AWS for Industries

How Toyota migrated Its Safety Connect telematics services platform with virtually zero downtime to AWS

Toyota has made “connected cars” a key focus in its transition from an automotive company to a mobility company. In collaboration with its software and cloud services affiliate, Toyota Connected North America, it has developed an array of innovative technologies that help enhance customer safety and the overall vehicle ownership experience. One of these, Toyota and Lexus Safety Connect, is an in-vehicle service that provides real-time assistance by connecting drivers with an agent during roadside emergencies or accidents. It is powered by Toyota Connected’s Drivelink telematics services platform (Drivelink).

Automotive customer expectations have elevated in recent years, with many customers expecting connected services in their vehicles. As the services partner for Toyota, Toyota Connected’s migration to AWS for Safety Connect was driven by the need for improved system uptime and performance. Since the migration to AWS, Drivelink downtime has dropped dramatically to just one hundredth of a percent — underscoring the benefits of the migration. This reflects Toyota’s commitment to delivering a seamless and dependable connected-vehicle experience. This blog details how Toyota migrated Safety Connect with virtually zero downtime.

Drivelink mission and goals

Toyota Connected’s goal is to help build outstanding solutions that reimagine safety. Its Drivelink platform is also behind Destination Assist, which can help customers find their destinations by sending directions directly to their vehicle’s navigation system. The Drivelink platform is capable of ingesting and processing vehicle information it receives from the vehicle through cloud computing, using a remote server to process the data. Transmitted through a cellular network, this data can include packets such as voice calls as well as non-verbal data such as an airbag deployments and messages through the Controller Area Network (CAN) as well as voice calls. Call center agents are able to process the data they receive in whole in order to help drivers and passengers.

Through the Drivelink platform, Toyota is able to offer four primary services:

  • SOS button
  • Automatic Collision notification
  • Enhanced Roadside Assistance
  • Stolen Vehicle Locator

Toyota Connected estimates that its call center has received more than 5 million calls, of which 300,000 have been safety-related.

Overview

The migration of Drivelink platform to AWS was guided by the following principles:

  • No impact on the customer experience
  • Speed to market
  • Cost-efficiency at scale
  • Kaizen (Japanese term for continuous improvement)

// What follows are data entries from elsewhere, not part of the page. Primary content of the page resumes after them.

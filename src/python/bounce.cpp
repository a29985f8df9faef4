// The seeded bounce around a hole (tunnelling/): B, Gamma_D, Gamma_H and the branching ratio per
// prescription, for one seed mass or an array, on the Standard Model potential.
#include <fmt/format.h>

#include "bindings.hpp"
#include "ember/core/errors.hpp"
#include "ember/core/parallel.hpp"
#include "ember/core/text.hpp"
#include "ember/tunnelling/rate.hpp"
#include "model.hpp"

namespace ember::python {

const evaporation::MassLoss& StandardModel::mass_loss() const {
  if (!mass_loss_) {
    const greybody::Table table = greybody::load_default_table();
    evaporation::ParticleSet particles = evaporation::load_default_particles();
    py::gil_scoped_release unlocked;
    mass_loss_ = std::make_shared<const evaporation::MassLoss>(table, std::move(particles));
  }
  return *mass_loss_;
}

namespace {

using namespace ember::tunnelling;
namespace u = ember::units;

// The prescriptions the Standard Model potential takes (as `ember bounce`): not thin_wall.
const std::vector<Prescription> standard_model_prescriptions = {Prescription::entropy_drop, Prescription::probe_field,
                                                                Prescription::hot_bubble, Prescription::no_seed};

Prescription prescription_of(const std::string& name) {
  const auto p = prescription_named(name);
  if (!p || *p == Prescription::thin_wall) {
    std::vector<std::string> names;
    for (const auto q : standard_model_prescriptions) names.push_back(name_of(q));
    throw InputError(fmt::format("prescription \"{}\": unknown for the Standard Model potential; expected {}", name,
                                 join_alternatives(names, "or")));
  }
  return *p;
}

struct Point {
  ActionPoint action;
  Rates rates;
};

// One prescription over the seed masses, as arrays: B (masked where no bubble forms), its error,
// the remnant, Gamma_D and Gamma_H (per s), the branching ratio and the flags.
py::dict over_masses(const std::vector<Point>& points, bool scalar) {
  std::vector<double> b, b_error, remnant, decay, evaporation, branching;
  std::vector<bool> has_b;
  py::list flags;
  for (const Point& p : points) {
    const bool finite = !p.action.flags.no_decay && std::isfinite(p.action.action.value);
    has_b.push_back(finite);
    b.push_back(finite ? p.action.action.value : 0.0);
    b_error.push_back(finite ? p.action.action.error : 0.0);
    remnant.push_back(p.action.remnant_mass / u::planck_mass);
    decay.push_back(p.rates.decay_rate * u::second);
    evaporation.push_back(p.rates.evaporation_rate * u::second);
    branching.push_back(p.rates.branching_ratio);
    flags.append(py::cast(p.action.flags.list()));
  }
  py::dict d;
  if (scalar) {
    d["B"] = has_b[0] ? py::object(py::float_(b[0])) : py::object(py::none());
    d["B_error"] = has_b[0] ? py::object(py::float_(b_error[0])) : py::object(py::none());
    d["flags"] = flags[0];
    d["note"] = points[0].action.note;
  } else {
    d["B"] = masked(b, has_b);
    d["B_error"] = masked(b_error, has_b);
    d["flags"] = flags;
  }
  d["remnant_mass_Mpl"] = shaped(remnant, scalar);
  d["decay_rate_per_s"] = shaped(decay, scalar);
  d["evaporation_rate_per_s"] = shaped(evaporation, scalar);
  d["branching_ratio"] = shaped(branching, scalar);
  return d;
}

py::object bounce(const StandardModel& sm, py::handle seed_mass, py::handle prescription, const std::string& prefactor,
                  double minimum_action, double hot_bubble_volume, int threads) {
  std::vector<double> seeds;
  bool scalar = true;
  if (py::isinstance<py::str>(seed_mass)) {
    seeds.push_back(quantity(seed_mass, "seed_mass", u::mass, u::gram));
  } else {
    const Numbers n = numbers(seed_mass, "seed_mass");
    scalar = n.scalar;
    for (const double m : n.values) {
      if (!(m > 0)) throw InputError(fmt::format("seed_mass {}: expected a mass in g > 0", m));
      seeds.push_back(m * u::gram);
    }
  }
  if (prefactor != "root_action" && prefactor != "light_crossing")
    throw InputError(fmt::format("prefactor {}: unknown; expected root_action or light_crossing", prefactor));
  if (!(minimum_action > 0)) throw InputError("minimum_action: expected a number > 0");
  if (!(hot_bubble_volume > 0)) throw InputError("hot_bubble_volume: expected a number > 0");
  std::vector<Prescription> chosen;
  if (prescription.is_none())
    chosen = standard_model_prescriptions;
  else
    chosen.push_back(prescription_of(prescription.cast<std::string>()));
  TunnellingSetup setup;
  setup.potential = &sm.potential();
  setup.standard_model = &sm.potential();
  setup.minimum_action = minimum_action;
  setup.hot_bubble_volume = hot_bubble_volume;
  const Prefactor pf = prefactor == "root_action" ? Prefactor::root_action : Prefactor::light_crossing;
  const evaporation::MassLoss& ml = sm.mass_loss();
  std::vector<std::vector<Point>> points(chosen.size(), std::vector<Point>(seeds.size()));
  {
    py::gil_scoped_release unlocked;
    parallel_for(chosen.size() * seeds.size(), threads > 0 ? threads : default_threads(), [&](std::size_t k) {
      const std::size_t p = k / seeds.size(), i = k % seeds.size();
      Point& out = points[p][i];
      out.action = action_at(chosen[p], setup, seeds[i]);
      out.rates = rates_at(out.action, ml, pf, setup.newton_G);
    });
  }
  if (!prescription.is_none()) return over_masses(points[0], scalar);
  py::dict all;
  for (std::size_t p = 0; p < chosen.size(); ++p) all[py::str(name_of(chosen[p]))] = over_masses(points[p], scalar);
  return all;
}

}  // namespace

void add_bounce(py::module_& m) {
  const TunnellingSetup defaults;
  py::reinterpret_borrow<py::class_<StandardModel>>(m.attr("StandardModel"))
      .def("bounce", &bounce, py::arg("seed_mass"), py::arg("prescription") = py::none(),
           py::arg("prefactor") = "root_action", py::arg("minimum_action") = defaults.minimum_action,
           py::arg("hot_bubble_volume") = defaults.hot_bubble_volume, py::arg("threads") = 0,
           "The seeded bounce around a hole of seed_mass (g: a number, an array, or a string with its unit) under "
           "one prescription (entropy_drop, probe_field, hot_bubble, no_seed), or every one as a dict by name: B "
           "(None, or masked, where no bubble forms), B_error, remnant_mass_Mpl, decay_rate_per_s (Gamma_D), "
           "evaporation_rate_per_s (Gamma_H), branching_ratio Gamma_D/(Gamma_D+Gamma_H), flags. threads: 0 for "
           "every core.");
  m.def("prescriptions", [] {
    std::vector<std::string> names;
    for (const auto p : all_prescriptions) names.push_back(name_of(p));
    return names;
  });
}

}  // namespace ember::python
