// The Standard Model Higgs potential at high field (higgs/): RG running of lambda on an array of
// scales, lambda_eff, the stability verdict with the unseeded decay, and the critical top masses.
#include <fmt/format.h>

#include "bindings.hpp"
#include "ember/core/errors.hpp"
#include "ember/higgs/stability.hpp"
#include "ember/tunnelling/unseeded.hpp"
#include "model.hpp"

namespace ember::python {

StandardModel::StandardModel(const higgs::Inputs& inputs, const higgs::StandardModelOptions& options)
    : inputs_(inputs), options_(options) {
  inputs_.validate();
  py::gil_scoped_release unlocked;
  running_ = std::make_shared<const higgs::Running>(inputs_);
  potential_ = std::make_shared<const higgs::StandardModelPotential>(running_, options_);
}

const higgs::StabilityReport& StandardModel::report() const {
  if (!report_) {
    py::gil_scoped_release unlocked;
    report_ = tunnelling::analyse_unseeded(*potential_);
  }
  return *report_;
}

namespace {

using namespace ember::higgs;

template <class F>
py::object at_scales(const StandardModel& sm, py::handle mu, const char* name, F&& f) {
  const Numbers xs = numbers(mu, name);
  std::vector<double> out;
  for (const double x : xs.values) {
    if (!(x >= sm.running().mu_min() && x <= sm.running().mu_max()))
      throw InputError(
          fmt::format("{} {:.6g} GeV: outside the running's range; expected between M_t = {} GeV and "
                      "{:.3g} GeV",
                      name, x, sm.running().mu_min(), sm.running().mu_max()));
    out.push_back(f(x));
  }
  return shaped(out, xs.scalar);
}

py::object optional_number(const std::optional<double>& v) {
  return v ? py::object(py::float_(*v)) : py::object(py::none());
}

// The keys `ember higgs --json` uses for the same numbers.
py::dict stability_dict(const StabilityReport& r) {
  py::dict d;
  d["verdict"] = name_of(r.verdict);
  d["instability_scale_GeV"] = optional_number(r.instability_scale);
  d["lambda_min"] = r.lambda_min;
  d["lambda_min_scale_GeV"] = r.lambda_min_scale;
  d["lambda_eff_min"] = r.lambda_eff_min;
  d["lambda_eff_min_scale_GeV"] = r.lambda_eff_min_scale;
  d["quartic_min"] = r.quartic_min;
  d["quartic_min_scale_GeV"] = r.quartic_min_scale;
  d["log10_expected_decays"] = optional_number(r.log10_expected_decays);
  const bool bounce = r.log10_expected_decays.has_value();
  d["unseeded_method"] = name_of(r.unseeded_method);
  d["bounce_scale_GeV"] = bounce ? py::object(py::float_(r.bounce_scale)) : py::object(py::none());
  d["bounce_action"] = bounce ? py::object(py::float_(r.bounce_action)) : py::object(py::none());
  d["bounce_at_scan_edge"] = r.bounce_at_scan_edge;
  d["prescription"] = r.prescription;
  return d;
}

double critical(const StandardModel& sm, bool effective) {
  py::gil_scoped_release unlocked;
  return effective ? critical_top_mass_effective(sm.inputs(), sm.options()) : critical_top_mass(sm.inputs());
}

}  // namespace

void add_higgs(py::module_& m) {
  const Inputs d = default_inputs();
  py::class_<StandardModel>(m, "StandardModel",
                            "The Standard Model Higgs potential from the pole masses and alpha_s(M_Z): RG running "
                            "(loops = 3: two-loop plus three-loop QCD terms in g3 and yt), lambda_eff, and the "
                            "Planck-suppressed operators lambda6 h^6/(6 Mbar^2) + lambda8 h^8/(8 Mbar^4).")
      .def(py::init([](double top_mass, double higgs_mass, double alpha_s, double w_mass, int loops, double lambda6,
                       double lambda8, bool coleman_weinberg) {
             return StandardModel(Inputs{top_mass, higgs_mass, alpha_s, w_mass, loops},
                                  StandardModelOptions{coleman_weinberg, lambda6, lambda8});
           }),
           py::arg("top_mass") = d.top_mass, py::arg("higgs_mass") = d.higgs_mass, py::arg("alpha_s") = d.alpha_s,
           py::arg("w_mass") = d.w_mass, py::arg("loops") = d.loops, py::arg("lambda6") = 0.0, py::arg("lambda8") = 0.0,
           py::arg("coleman_weinberg") = false,
           "masses in GeV (pole), alpha_s at M_Z; defaults: the measured central values")
      .def(
          "lambda_running",
          [](const StandardModel& sm, py::handle mu) {
            return at_scales(sm, mu, "mu", [&](double x) { return sm.running().lambda(x); });
          },
          py::arg("mu"), "the MS-bar quartic lambda(mu), mu in GeV: a number or an array")
      .def(
          "lambda_eff",
          [](const StandardModel& sm, py::handle h) {
            return at_scales(sm, h, "h", [&](double x) { return sm.potential().lambda_eff(x); });
          },
          py::arg("h"), "the effective quartic lambda_eff(h) of the potential, h in GeV: a number or an array")
      .def(
          "couplings",
          [](const StandardModel& sm, double mu) {
            const Couplings c = sm.running().couplings(mu);
            py::dict out;
            out["g1"] = c.g1;
            out["g2"] = c.g2;
            out["g3"] = c.g3;
            out["yt"] = c.yt;
            out["lambda"] = c.lambda;
            return out;
          },
          py::arg("mu"), "MS-bar couplings at mu (GeV): g1 (GUT-normalised), g2, g3, yt, lambda")
      .def(
          "stability", [](const StandardModel& sm) { return stability_dict(sm.report()); },
          "the stability report (the keys of `ember higgs --json`): verdict, instability scale, lambda minima, "
          "log10 of the unseeded decays expected in our past light cone")
      .def_property_readonly(
          "verdict", [](const StandardModel& sm) { return name_of(sm.report().verdict); },
          "stable, metastable or unstable")
      .def(
          "critical_top_mass", [](const StandardModel& sm) { return critical(sm, false); },
          "the top mass (GeV) where the MS-bar lambda_min = 0, the other inputs kept; NumericalError when none "
          "is in [160, 185] GeV")
      .def(
          "critical_top_mass_effective", [](const StandardModel& sm) { return critical(sm, true); },
          "the top mass (GeV) where the minimum of 4V/h^4 with these options is 0")
      .def_property_readonly("description", [](const StandardModel& sm) { return sm.potential().description(); });
}

}  // namespace ember::python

Mechanisms for near-zero downtime migrations:

Achieving near-zero downtime migrations to the AWS cloud is critical for minimizing disruption to business operations. There are several mechanisms and best practices that Toyota Connected leveraged to help ensure a seamless migration while maintaining application availability:

1. Blue/Green Deployment: In a blue/green deployment, two identical environments are maintained—one (blue) is the existing live environment, and the other (green) is the new environment in AWS. Traffic is routed to the green environment after testing, while the blue environment remains untouched. If there are performance or latency issues, traffic can be easily switched back to blue.

2. Canary Releases: Instead of migrating all traffic at once, customers can gradually shift small portions of traffic to the new environment (AWS in this case). This helps detect issues before they affect all users.

3. Database Replication and Synchronization: Before switching fully to AWS, customers can continuously replicate data between on-premise databases and a database running on AWS to help keep them in sync. This helps ensure minimal data loss and guarantees up-to-date data during the cutover.

4. DNS routing: Once the application is fully migrated and tested, DNS routing can be updated to direct traffic to the new environment in AWS.

5. Phased migration: Customers can migrate data and applications in phases, starting with non-critical workloads, followed by databases and eventually critical workloads, allowing for gradual cutover.

Migration Architecture

This section describes the pre-migration architecture (prior to migrating to AWS), migration approach and the post-migration architecture.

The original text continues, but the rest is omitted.